▶ **Aim of the task**:
Which lines in the entries below contain the string "FoldedSection"? Show each of them in full.

Collected data

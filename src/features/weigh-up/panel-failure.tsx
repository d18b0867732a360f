import { useTranslation } from 'react-i18next';
import { ErrorState } from '#src/components/error-state.tsx';
import { useErrorText } from '#src/use-error-text.ts';
import { isConflict } from './use-saving-base.ts';

/** Why a panel was not saved; after a conflict, that its own entries stand and can be saved over what the page now shows. */
export function PanelFailure({ error }: { error: Error | null }) {
  const { t } = useTranslation('errors');
  const errorText = useErrorText();
  if (error === null) return null;
  return <ErrorState message={isConflict(error) ? t('saved-meanwhile') : errorText(error)} />;
}
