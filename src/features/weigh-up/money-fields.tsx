import { memo, useState, type ReactNode } from 'react';
import { Controller, type Path } from 'react-hook-form';
import { Field } from '#src/components/field.tsx';
import { MeasureInput, PriceInput } from '#src/components/measure-input.tsx';
import { NumberInput } from '#src/components/number-input.tsx';
import { Select, type SelectOption } from '#src/components/select.tsx';
import { useFieldErrorText } from '#src/use-field-error-text.ts';
import type { MoneyDraft } from './money-form.ts';
import type { MoneyFormApi } from './use-money-form.ts';

/** What a figure is in: money per tonne or hectare and areas are typed in the reader's units, a plain unit stays. */
type FigureUnit =
  { currency: string; per: 't' | 'ha'; isUnitHidden?: boolean } | { measure: 'ha' } | { plain: string };

type FigureFieldProps = {
  form: MoneyFormApi;
  name: Path<MoneyDraft>;
  label: string;
  hint?: string | undefined;
  /** Of the field as a whole: where its parts stand in the group around it. */
  className?: string;
} & FigureUnit;

/** One figure of the panel, with its unit, hint and error; an edit of one does not draw the others anew. */
export const FigureField = memo(function FigureField(props: FigureFieldProps) {
  const { form, name, label, hint, className, ...unit } = props;
  const fieldErrorText = useFieldErrorText();
  return (
    <Controller
      control={form.control}
      name={name}
      render={({ field: { value, onChange, onBlur, ref }, fieldState: { error } }) => (
        <Field label={label} hint={hint} error={fieldErrorText(error)} className={className}>
          <UnitInput
            unit={unit}
            value={typeof value === 'number' ? value : null}
            onValueChange={onChange}
            onBlur={onBlur}
            ref={ref}
          />
        </Field>
      )}
    />
  );
});

type UnitInputProps = Omit<Parameters<typeof NumberInput>[0], 'unit' | 'decimals'> & { unit: FigureUnit };

function UnitInput({ unit, ...rest }: UnitInputProps) {
  if ('per' in unit) return <PriceInput {...rest} {...unit} />;
  if ('measure' in unit) return <MeasureInput {...rest} unit={unit.measure} />;
  return <NumberInput {...rest} unit={unit.plain} />;
}

type ChoiceFieldProps = {
  form: MoneyFormApi;
  name: Path<MoneyDraft>;
  label: string;
  options: readonly SelectOption[];
};

/** A choice of the panel among a few. */
export function ChoiceField({ form, name, label, options }: ChoiceFieldProps) {
  return (
    <Controller
      control={form.control}
      name={name}
      render={({ field: { value, onChange, onBlur, ref } }) => (
        <Field label={label}>
          <Select options={options} value={String(value)} onChange={onChange} onBlur={onBlur} ref={ref} />
        </Field>
      )}
    />
  );
}

type FieldGroupProps = { title: string; hasError: boolean; children: ReactNode };

/** Fields that are seldom touched, folded under a name; what does not fit is never folded away. */
export function FieldGroup({ title, hasError, children }: FieldGroupProps) {
  const [isOpen, setIsOpen] = useState(false);
  return (
    <details open={isOpen || hasError} onToggle={(event) => setIsOpen(event.currentTarget.open)}>
      <summary className="tap-target flex items-center font-semibold text-action underline underline-offset-4">
        {title}
      </summary>
      <div className="flex flex-col gap-3 pt-1 pb-2">{children}</div>
    </details>
  );
}
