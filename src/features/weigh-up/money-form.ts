import { z } from 'zod';
import type { Crop } from '#shared/catalogue.ts';
import {
  moneyAssumptions,
  qualityRule,
  refuseMoneyExcess,
  seedBasis,
  seedCost,
  type MoneyAssumptions,
  type QualityRule,
  type SeedCost,
} from '#shared/money.ts';
import { findWorstCostPerTonne } from '#shared/tonne-costs.ts';
import { weighUpInput, type WeighUp, type WeighUpInput } from '#shared/weigh-up.ts';
import { toInput } from './weigh-up-input.ts';

const { priceLow, priceMiddle, priceHigh, haulagePerTonne, dryingPerTonne } = moneyAssumptions.shape;
const { harvestPerTonne, dryingPerPoint, standardMoisturePercent } = moneyAssumptions.shape;
const seedShape = seedCost.shape;

/** A figure that may not have been typed yet; nothing is refused as any text that is no figure. */
const typed = <Schema extends z.ZodType<number, number>>(schema: Schema) =>
  z.number().nullable().pipe(schema);

/** A figure that may be left open: what is not known is not zero. */
const open = <Schema extends z.ZodType<number, number>>(schema: Schema) =>
  z.number().nullable().pipe(schema.nullable());

/** Seed is left open where it is not known; treatment and royalty are then 0 unless given. */
const typedSeed = z.object({
  basis: seedBasis,
  seedPerHectare: seedShape.seedPerHectare,
  treatmentPerHectare: open(seedShape.treatmentPerHectare),
  royaltyPerHectare: open(seedShape.royaltyPerHectare),
  seedPricePerKg: open(seedShape.seedPricePerKg.unwrap()),
  targetPlantsM2: open(seedShape.targetPlantsM2.unwrap()),
  thousandKernelWeightG: open(seedShape.thousandKernelWeightG.unwrap()),
  germinationPercent: open(seedShape.germinationPercent.unwrap()),
  mortalityPercent: open(seedShape.mortalityPercent.unwrap()),
  cleaningPerTonne: open(seedShape.cleaningPerTonne.unwrap()),
  harvestMoisturePercent: open(seedShape.harvestMoisturePercent.unwrap()),
  harvestPerHectare: open(seedShape.harvestPerHectare.unwrap()),
  strawPerHectare: open(seedShape.strawPerHectare.unwrap()),
});
type TypedSeed = z.output<typeof typedSeed>;

/** The panel as it may be filled with numbers that were saved before there were limits. */
export const savedMoneyForm = z
  .object({
    areaHectares: typed(weighUpInput.shape.areaHectares),
    priceLow: typed(priceLow),
    priceMiddle: typed(priceMiddle),
    priceHigh: typed(priceHigh),
    haulagePerTonne: typed(haulagePerTonne),
    dryingPerTonne: typed(dryingPerTonne),
    harvestPerTonne: open(harvestPerTonne.unwrap()),
    dryingPerPoint: open(dryingPerPoint.unwrap()),
    standardMoisturePercent: open(standardMoisturePercent.unwrap()),
    qualityRules: z
      .array(
        qualityRule.extend({
          limit: typed(qualityRule.shape.limit),
          perTonne: typed(qualityRule.shape.perTonne),
        }),
      )
      .max(12),
    currentLevels: z.record(z.string(), open(z.number().min(-10_000).max(10_000))),
    seedCosts: z.record(z.string(), typedSeed),
  })
  .refine((form) => form.priceLow <= form.priceMiddle && form.priceMiddle <= form.priceHigh, {
    path: ['priceMiddle'],
    message: 'price-order',
  })
  .refine((form) => form.priceLow > findWorstCostPerTonne(leaveOutOpen(form)), {
    path: ['priceLow'],
    message: 'price-under-costs',
  });

/** What the money panel holds: prices and costs as typed, by variety id for seed. */
export const moneyForm = savedMoneyForm.superRefine((form, context) =>
  refuseMoneyExcess(
    {
      ...leaveOutOpen(form),
      ...{ priceLow: form.priceLow, priceMiddle: form.priceMiddle, priceHigh: form.priceHigh },
      seedCosts: toSeedCosts(form),
    },
    context,
  ),
);
export type MoneyForm = z.output<typeof moneyForm>;
export type MoneyDraft = z.input<typeof moneyForm>;

const openSeed: TypedSeed = {
  ...{ basis: 'flat', seedPerHectare: null, treatmentPerHectare: null, royaltyPerHectare: null },
  ...{ seedPricePerKg: null, targetPlantsM2: null, thousandKernelWeightG: null, germinationPercent: null },
  ...{ mortalityPercent: null, cleaningPerTonne: null, harvestMoisturePercent: null },
  ...{ harvestPerHectare: null, strawPerHectare: null },
};

/** The traits that a buyer may pay by: whatever is measured besides yield. */
export const listPaidTraits = ({ traits }: Pick<Crop, 'traits'>): Crop['traits'] =>
  traits.filter(({ kind, slug }) => kind === 'numeric' && slug !== 'yield');

/** What stands in the panel for a weigh-up as saved; only the varieties of the question have a line. */
export function toMoneyDraft(
  { assumptions, areaHectares, currentVarietyId, candidateIds }: WeighUp,
  crop: Pick<Crop, 'traits' | 'standardMoisturePercent'>,
): MoneyDraft {
  const { currentLevels = {}, standardMoisturePercent: moisture } = assumptions;
  return {
    areaHectares,
    priceLow: assumptions.priceLow,
    priceMiddle: assumptions.priceMiddle,
    priceHigh: assumptions.priceHigh,
    haulagePerTonne: assumptions.haulagePerTonne,
    dryingPerTonne: assumptions.dryingPerTonne,
    harvestPerTonne: assumptions.harvestPerTonne ?? null,
    dryingPerPoint: assumptions.dryingPerPoint ?? null,
    standardMoisturePercent: moisture ?? crop.standardMoisturePercent,
    qualityRules: assumptions.qualityRules ?? [],
    currentLevels: Object.fromEntries(
      listPaidTraits(crop).map(({ slug }) => [slug, currentLevels[slug] ?? null]),
    ),
    seedCosts: Object.fromEntries(
      [currentVarietyId, ...candidateIds].map((id) => [id, { ...openSeed, ...assumptions.seedCosts[id] }]),
    ),
  };
}

/** Known figures alone: what was left open is left out. */
type Known<Part> = { [Key in keyof Part]?: Exclude<Part[Key], null> };

/** Leaves out what was left open. */
function pickKnown<Part extends object>(part: Part): Known<Part> {
  // The entries kept are those of the part that are not null.
  return Object.fromEntries(Object.entries(part).filter(([, value]) => value !== null)) as Known<Part>;
}

/** The part of a form that is about a tonne. */
type TonneForm = {
  haulagePerTonne: number;
  dryingPerTonne: number;
  harvestPerTonne: number | null;
  dryingPerPoint: number | null;
  standardMoisturePercent: number | null;
  qualityRules: readonly QualityRule[];
  seedCosts: Readonly<Record<string, TypedSeed>>;
};

/** What findWorstCostPerTonne asks of a form. */
function leaveOutOpen(form: TonneForm): Parameters<typeof findWorstCostPerTonne>[0] {
  const { haulagePerTonne: haulage, dryingPerTonne: drying, qualityRules, seedCosts } = form;
  const { harvestPerTonne: harvest, dryingPerPoint: perPoint, standardMoisturePercent: standard } = form;
  return {
    ...{ haulagePerTonne: haulage, dryingPerTonne: drying, qualityRules },
    ...pickKnown({ harvestPerTonne: harvest, dryingPerPoint: perPoint, standardMoisturePercent: standard }),
    seedCosts: Object.fromEntries(
      Object.entries(seedCosts).map(([id, { harvestMoisturePercent }]) => [
        id,
        pickKnown({ harvestMoisturePercent }),
      ]),
    ),
  };
}

/** The cost of a variety's seed as typed; null where nothing at all was. */
function toSeedCost({ basis, ...parts }: TypedSeed): SeedCost | null {
  const { seedPerHectare, treatmentPerHectare, royaltyPerHectare, ...further } = parts;
  if (Object.values(parts).every((part) => part === null)) return null;
  return {
    ...(basis !== 'flat' && { basis }),
    seedPerHectare,
    treatmentPerHectare: treatmentPerHectare ?? 0,
    royaltyPerHectare: royaltyPerHectare ?? 0,
    ...pickKnown(further),
  };
}

/** Of the varieties of the question, those of which something is known. */
function toSeedCosts({
  seedCosts,
}: Pick<z.output<typeof savedMoneyForm>, 'seedCosts'>): Record<string, SeedCost> {
  return Object.fromEntries(
    Object.entries(seedCosts).flatMap(([id, parts]) => {
      const cost = toSeedCost(parts);
      return cost === null ? [] : [[id, cost]];
    }),
  );
}

/** The assumptions that the panel stands for; a variety of which nothing is known gets no line. */
export function toAssumptions(form: MoneyForm, saved: MoneyAssumptions): MoneyAssumptions {
  const others = Object.entries(saved.seedCosts).filter(([id]) => !(id in form.seedCosts));
  const seedCosts = { ...Object.fromEntries(others), ...toSeedCosts(form) };
  const { harvestPerTonne: harvest, dryingPerPoint: perPoint, standardMoisturePercent: standard } = form;
  return {
    currency: saved.currency,
    priceSheetDate: saved.priceSheetDate,
    priceLow: form.priceLow,
    priceMiddle: form.priceMiddle,
    priceHigh: form.priceHigh,
    haulagePerTonne: form.haulagePerTonne,
    dryingPerTonne: form.dryingPerTonne,
    ...pickKnown({ harvestPerTonne: harvest, dryingPerPoint: perPoint, standardMoisturePercent: standard }),
    ...(form.qualityRules.length > 0 && { qualityRules: form.qualityRules }),
    ...leaveOutEmpty(form.currentLevels),
    seedCosts,
  };
}

function leaveOutEmpty(levels: MoneyForm['currentLevels']): Pick<MoneyAssumptions, 'currentLevels'> {
  const known = pickKnown(levels);
  return Object.keys(known).length > 0 ? { currentLevels: known as Record<string, number> } : {};
}

/** The whole weigh-up with the panel's numbers, as it is saved. */
export function toChangedInput(weighUp: WeighUp, form: MoneyForm): WeighUpInput {
  return {
    ...toInput(weighUp),
    areaHectares: form.areaHectares,
    assumptions: toAssumptions(form, weighUp.assumptions),
  };
}
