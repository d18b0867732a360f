import { memo, useDeferredValue, useMemo } from 'react';
import { useQuery } from '@tanstack/react-query';
import { useTranslation } from 'react-i18next';
import { Link, useParams } from 'react-router-dom';
import type { Crop } from '#shared/catalogue.ts';
import { readMoneyBasis } from '#shared/money-basis.ts';
import { reckonCandidates } from '#shared/reckon-candidates.ts';
import { storedUnits } from '#shared/reader-units.ts';
import type { Caution } from '#shared/caution.ts';
import type { CurrentLevel, MoneyAssumptions } from '#shared/money.ts';
import type { CandidateResult, UsedTrial } from '#shared/weigh-up.ts';
import { catalogueQuery, findCrop, findTrait } from '#src/catalogue-query.ts';
import { CropUnits, useUnitChoice } from '#src/chosen-units.tsx';
import { BestOfListAnswer } from '#src/components/best-of-list.tsx';
import { CautionList } from '#src/components/caution-list.tsx';
import { EvidenceTrials } from '#src/components/evidence-trials.tsx';
import { FoldedSection } from '#src/components/folded-section.tsx';
import { MethodNotes } from '#src/components/method-notes.tsx';
import { Unanswered } from '#src/components/no-verdict.tsx';
import { OtherTraits } from '#src/components/other-traits.tsx';
import { UnitSwitch } from '#src/components/unit-switch.tsx';
import { WeighingProgress } from '#src/components/weighing-progress.tsx';
import { useFirstPaintDone } from '#src/first-paint.ts';
import { fillPath, paths } from '#src/paths.ts';
import { QueryErrorState } from '#src/query-error-state.tsx';
import { useCautionItems } from '#src/use-caution-items.ts';
import { usePrinting } from '#src/use-printing.ts';
import { CandidateStrip, StoryOnPaper } from './candidate-strip.tsx';
import { DecisionPanel } from './decision-panel.tsx';
import { FarmPanel } from './farm-panel.tsx';
import { HandOver } from './hand-over.tsx';
import { MoneyPanel } from './money-panel.tsx';
import { OnPaperLine, PricesOnPaper } from './on-paper-line.tsx';
import { QuestionPanel } from './question-panel.tsx';
import { TickOffStep } from './tick-off.tsx';
import { useMoneyForm } from './use-money-form.ts';
import { useMoneySaving } from './use-money-saving.ts';
import { TableView } from './table-view.tsx';
import { AnswerHead, answerLayout, mainColumn, VerdictAlone, type AnswerProps } from './verdict-alone.tsx';
import { useWeighUpView, WeighUpHeading } from './weigh-up-heading.tsx';
import { WaysInPage } from './ways-in-page.tsx';
import { weighUpQuery } from './weigh-up-queries.ts';

/** A grower's question answered: who is really ahead, whether it pays, and where the evidence stops. */
export function WeighUpPage() {
  const { weighUpId = '' } = useParams();
  const weighUp = useQuery(weighUpQuery(weighUpId));
  const catalogue = useQuery(catalogueQuery);
  if (weighUp.isError) return <QueryErrorState query={weighUp} />;
  if (catalogue.isError) return <QueryErrorState query={catalogue} />;
  if (!weighUp.data || !catalogue.data) return <WeighingProgress lines={10} />;
  const { weighUp: question, result } = weighUp.data;
  const crop = findCrop(catalogue.data, question.cropId);
  return (
    <CropUnits bushelWeightLb={crop?.bushelWeightLb ?? storedUnits.bushelWeightLb}>
      <OnPaperLine result={result} />
      <WeighUpHeading weighUp={question} result={result} />
      {result.answer === 'no-trials' || !crop ? (
        <NoTrialsAnswer weighUp={question} result={result} />
      ) : (
        <WeighedPage key={question.id} weighUp={question} result={result} crop={crop} />
      )}
    </CropUnits>
  );
}

function NoTrialsAnswer({ weighUp, result }: AnswerProps) {
  const { t } = useTranslation('verdicts');
  const cautionItems = useCautionItems();
  return (
    <div className="flex max-w-prose flex-col gap-6">
      <Unanswered
        result={result}
        canTakeBack
        crop={weighUp.cropName}
        region={weighUp.regionName}
        from={weighUp.seasonFrom}
        to={weighUp.seasonTo}
      />
      <CautionList title={t('cautionsTitle')} items={cautionItems(result.cautions)} />
      {result.leftOut.length > 0 && <OwnEvidence weighUp={weighUp} result={result} />}
      <FarmPanel weighUp={weighUp} hasUnsaved={false} />
      <DecisionPanel weighUp={weighUp} result={result} hasUnsaved={false} />
    </div>
  );
}

/** The whole answer; when the document has just been loaded, the verdict alone before it. */
function WeighedPage(props: AnswerProps & { crop: Crop }) {
  const isWhole = useFirstPaintDone();
  const view = useWeighUpView();
  return isWhole || view === 'table' ? <WeighedAnswer {...props} /> : <VerdictAlone {...props} />;
}

/** One and the same, so that nothing is drawn anew for it. */
const noLevels: readonly CurrentLevel[] = [];

function WeighedAnswer({ weighUp, result, crop }: AnswerProps & { crop: Crop }) {
  const { t } = useTranslation('verdicts');
  const cautionItems = useCautionItems();
  const view = useWeighUpView();
  const money = useMoneyForm(weighUp, crop);
  const saving = useMoneySaving(money);
  // The panels beside say it a moment after the first figure that is typed has been answered.
  const hasUnsaved = useDeferredValue(money.isDirty);
  const practicalMargin = findTrait(crop, 'yield')?.practicalMargin ?? null;
  const candidates = useMemo(
    () =>
      reckonCandidates(
        result.candidates,
        readMoneyBasis(weighUp, result),
        money.assumptions,
        practicalMargin,
      ),
    [result, weighUp, money.assumptions, practicalMargin],
  );
  const { currentVarietyId, currentVarietyName: currentName } = weighUp;
  const varieties = useMemo(
    () => [
      { id: currentVarietyId, name: currentName },
      ...result.candidates.map(({ varietyId, varietyName }) => ({ id: varietyId, name: varietyName })),
    ],
    [currentVarietyId, currentName, result],
  );
  if (view === 'table') {
    const isStop = ({ severity }: Caution) => severity === 'stop';
    return (
      <>
        <CautionList title={t('stopTitle')} items={cautionItems(result.cautions.filter(isStop))} />
        <TableView
          candidates={candidates}
          currentName={currentName}
          money={money.assumptions}
          cautions={result.cautions.filter((caution) => !isStop(caution))}
          hasUnsaved={money.isDirty}
        />
      </>
    );
  }
  return (
    <div className={answerLayout}>
      <AnswerColumn
        {...{ weighUp, result, crop, candidates }}
        assumptions={money.assumptions}
        areaHectares={money.areaHectares}
      />
      <div
        id="money"
        className="scroll-mt-2 lg:sticky lg:top-4 lg:max-h-[calc(100dvh-2rem)] lg:overflow-y-auto print:hidden"
      >
        <MoneyPanel
          weighUp={weighUp}
          crop={crop}
          levels={result.currentLevels ?? noLevels}
          varieties={varieties}
          money={money}
          saving={saving}
        />
      </div>
      <BesideMoney weighUp={weighUp} result={result} hasUnsaved={hasUnsaved} />
    </div>
  );
}

type AnswerColumnProps = AnswerProps & {
  crop: Crop;
  /** Reckoned with the assumptions on the page. */
  candidates: readonly CandidateResult[];
  assumptions: MoneyAssumptions;
  areaHectares: number;
};

/** The answer itself: drawn anew once for a figure that is typed, and not again while its field is being checked. */
const AnswerColumn = memo(function AnswerColumn(props: AnswerColumnProps) {
  const { weighUp, result, crop, candidates, assumptions, areaHectares } = props;
  const currentName = weighUp.currentVarietyName;
  return (
    <div className={mainColumn}>
      <AnswerHead weighUp={weighUp} result={result} candidates={candidates} />
      <UnderHead weighUp={weighUp} result={result} />
      <CandidateStrip
        candidates={candidates}
        currentName={currentName}
        money={assumptions}
        areaHectares={areaHectares}
      />
      <PricesOnPaper money={assumptions} />
      <Unpriced weighUp={weighUp} result={result} crop={crop} />
      <StoryOnPaper
        candidates={candidates}
        currentName={currentName}
        money={assumptions}
        areaHectares={areaHectares}
      />
    </div>
  );
});

/** Between verdict and figures: the ways on, and which of the list can be the best. No price bears on them. */
const UnderHead = memo(function UnderHead({ weighUp, result }: AnswerProps) {
  const chooseUnit = useUnitChoice();
  const { currentVarietyId: currentId, currentVarietyName: currentName } = weighUp;
  return (
    <>
      <div className="flex flex-wrap items-center justify-between gap-x-6 gap-y-2 print:hidden">
        <WaysInPage />
        <UnitSwitch onChoose={chooseUnit} />
      </div>
      {result.best && <BestOfListAnswer best={result.best} currentId={currentId} currentName={currentName} />}
    </>
  );
});

/** Under the figures: cautions and other traits as they came, on which no price bears. */
const Unpriced = memo(function Unpriced({ weighUp, result, crop }: AnswerProps & { crop: Crop }) {
  const { t } = useTranslation('verdicts');
  const cautionItems = useCautionItems();
  const cautions = [
    ...result.cautions.filter(({ severity }) => severity !== 'stop'),
    ...result.candidates.flatMap((candidate) => candidate.cautions),
  ];
  return (
    <>
      <div id="cautions" className="scroll-mt-2">
        <CautionList title={t('cautionsTitle')} items={cautionItems(cautions)} mayBreak />
      </div>
      <div id="traits" className="scroll-mt-2 print:order-2">
        <OtherTraits
          candidates={result.candidates}
          traits={crop.traits}
          currentName={weighUp.currentVarietyName}
        />
      </div>
    </>
  );
});

/** What hangs on no price, and so is not drawn anew with every figure that is typed. */
const BesideMoney = memo(function BesideMoney({
  weighUp,
  result,
  hasUnsaved,
}: AnswerProps & { hasUnsaved: boolean }) {
  const { t } = useTranslation('method');
  return (
    <div className="flex min-w-0 flex-col gap-4 lg:gap-6 print:mt-3 print:block">
      <QuestionPanel weighUp={weighUp} hasUnsaved={hasUnsaved} />
      <FarmPanel weighUp={weighUp} hasUnsaved={hasUnsaved} />
      <HandOver weighUpId={weighUp.id} hasUnsaved={hasUnsaved} />
      <DecisionPanel weighUp={weighUp} result={result} hasUnsaved={hasUnsaved} />
      <FoldedSection id="method" title={t('title')} isOnPaper>
        <MethodNotes result={result} />
        <details>
          <summary className="tap-target flex items-center font-semibold text-action underline underline-offset-4">
            {t('showTrials', { count: result.trials.length })}
          </summary>
          <OwnEvidence weighUp={weighUp} result={result} />
        </details>
      </FoldedSection>
    </div>
  );
});

/** The trials, each with the way to its page and out of the figures. */
function OwnEvidence({ weighUp, result }: AnswerProps) {
  const isPrinting = usePrinting();
  return (
    <EvidenceTrials
      result={result}
      linkTrial={(trialId, words) => <Link to={fillPath(paths.trial, { trialId })}>{words}</Link>}
      {...(!isPrinting && { stepOf: (trial: UsedTrial) => <TickOffStep weighUp={weighUp} trial={trial} /> })}
    />
  );
}
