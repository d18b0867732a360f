import { useState } from 'react';
import { useMutation, useQuery, useQueryClient } from '@tanstack/react-query';
import { useTranslation } from 'react-i18next';
import { Link } from 'react-router-dom';
import { renewGrowerCopy, type AffectedCopy } from '#shared/affected-copy.ts';
import { callApi, type ReplyOf } from '#src/api-client.ts';
import { Button } from '#src/components/button.tsx';
import { ErrorState } from '#src/components/error-state.tsx';
import { useFormat } from '#src/components/use-format.ts';
import { fillPath, paths } from '#src/paths.ts';
import { QueryErrorState } from '#src/query-error-state.tsx';
import { useErrorText } from '#src/use-error-text.ts';
import { CopyLink } from './copy-link.tsx';
import { affectedCopiesQuery, growerCopiesQuery } from './weigh-up-queries.ts';

type Renewed = { from: AffectedCopy; isSent: boolean; made: ReplyOf<typeof renewGrowerCopy> };

/** Copies in growers' hands whose trials were corrected or withdrawn, each one click away from a fresh one. */
export function AffectedCopies() {
  const { t } = useTranslation('weigh-up');
  const affected = useQuery(affectedCopiesQuery);
  // A link is shown once, so a renewed copy stays here although the server lists it no longer.
  const [renewed, setRenewed] = useState<readonly Renewed[]>([]);
  if (affected.isError) return <QueryErrorState query={affected} />;
  const copies = affected.data?.copies ?? [];
  if (copies.length === 0 && renewed.length === 0) return null;
  const isMailSetUp = affected.data?.isMailSetUp ?? false;
  return (
    <section aria-labelledby="affected-copies-title" className="mb-8 flex flex-col gap-3">
      <h2 id="affected-copies-title">{t('copies.affected.title')}</h2>
      <p className="max-w-prose text-sm text-faded">{t('copies.affected.lead')}</p>
      {renewed.map((done) => (
        <RenewedCopy key={done.made.copy.id} renewed={done} isMailSetUp={isMailSetUp} />
      ))}
      <ul className="divide-y divide-rule">
        {copies.map((copy) => (
          <AffectedLine
            key={copy.copyId}
            copy={copy}
            isMailSetUp={isMailSetUp}
            onRenewed={(done) => setRenewed((earlier) => [...earlier, done])}
          />
        ))}
      </ul>
    </section>
  );
}

type AffectedLineProps = {
  copy: AffectedCopy;
  isMailSetUp: boolean;
  onRenewed: (renewed: Renewed) => void;
};

function AffectedLine({ copy, isMailSetUp, onRenewed }: AffectedLineProps) {
  const { t } = useTranslation('weigh-up');
  const format = useFormat();
  const client = useQueryClient();
  const errorText = useErrorText();
  const { copyId, weighUpId, growerName: grower, farmName: farm, sentTo } = copy;
  const renewing = useMutation({
    mutationFn: (isSent: boolean) => callApi(renewGrowerCopy, { params: { copyId }, body: { isSent } }),
    onSuccess: (made, isSent) => onRenewed({ from: copy, isSent, made }),
    // Also after a refusal: in another tab a fresh one may have been made.
    onSettled: () =>
      Promise.all([
        client.invalidateQueries({ queryKey: affectedCopiesQuery.queryKey }),
        client.invalidateQueries({ queryKey: growerCopiesQuery(weighUpId).queryKey }),
      ]),
  });
  const mayReachThem = isMailSetUp && sentTo !== null;
  return (
    <li className="flex flex-wrap items-center justify-between gap-x-6 gap-y-2 py-2">
      <span className="min-w-0">
        <Link to={fillPath(paths.weighUp, { weighUpId })} className="font-semibold">
          {grower}
        </Link>
        <span className="text-faded">
          {` · ${farm} · ${format.name(copy.cropName)} · ${t('copies.affected.madeOn', { date: format.dateTime(copy.madeAt) })}`}
        </span>
        <span className="block text-sm text-break-even">
          {copy.laterChanges
            .map(({ siteName, season, change }) => t(`copies.${change}`, { site: siteName, season }))
            .join(' · ')}
        </span>
      </span>
      <span className="flex flex-wrap gap-2">
        {mayReachThem && (
          <Button isBusy={renewing.isPending} onClick={() => renewing.mutate(true)}>
            {t('copies.affected.renewAndSend', { to: sentTo })}
          </Button>
        )}
        <Button
          tone={mayReachThem ? 'quiet' : 'plain'}
          isBusy={renewing.isPending}
          aria-label={t('copies.affected.renewOf', { grower, farm })}
          onClick={() => renewing.mutate(false)}
        >
          {t('copies.affected.renew')}
        </Button>
      </span>
      {renewing.isError && <ErrorState message={errorText(renewing.error)} />}
    </li>
  );
}

/** The link of a fresh copy, or where it went. */
function RenewedCopy({
  renewed: { from, isSent, made },
  isMailSetUp,
}: {
  renewed: Renewed;
  isMailSetUp: boolean;
}) {
  const { t } = useTranslation('weigh-up');
  return (
    <div className="flex flex-col gap-2">
      <p role="status" className="font-semibold">
        {isSent && from.sentTo !== null
          ? t('copies.affected.doneSent', { grower: from.growerName, to: from.sentTo })
          : t('copies.affected.done', { grower: from.growerName })}
      </p>
      <CopyLink
        weighUpId={from.weighUpId}
        copyId={made.copy.id}
        link={made.link}
        isMailSetUp={isMailSetUp}
        sentTo={null}
      />
    </div>
  );
}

▶ **Output**:
import { FoldedSection } from '#src/components/folded-section.tsx';
      <FoldedSection id="method" title={t('title')} isOnPaper>
      </FoldedSection>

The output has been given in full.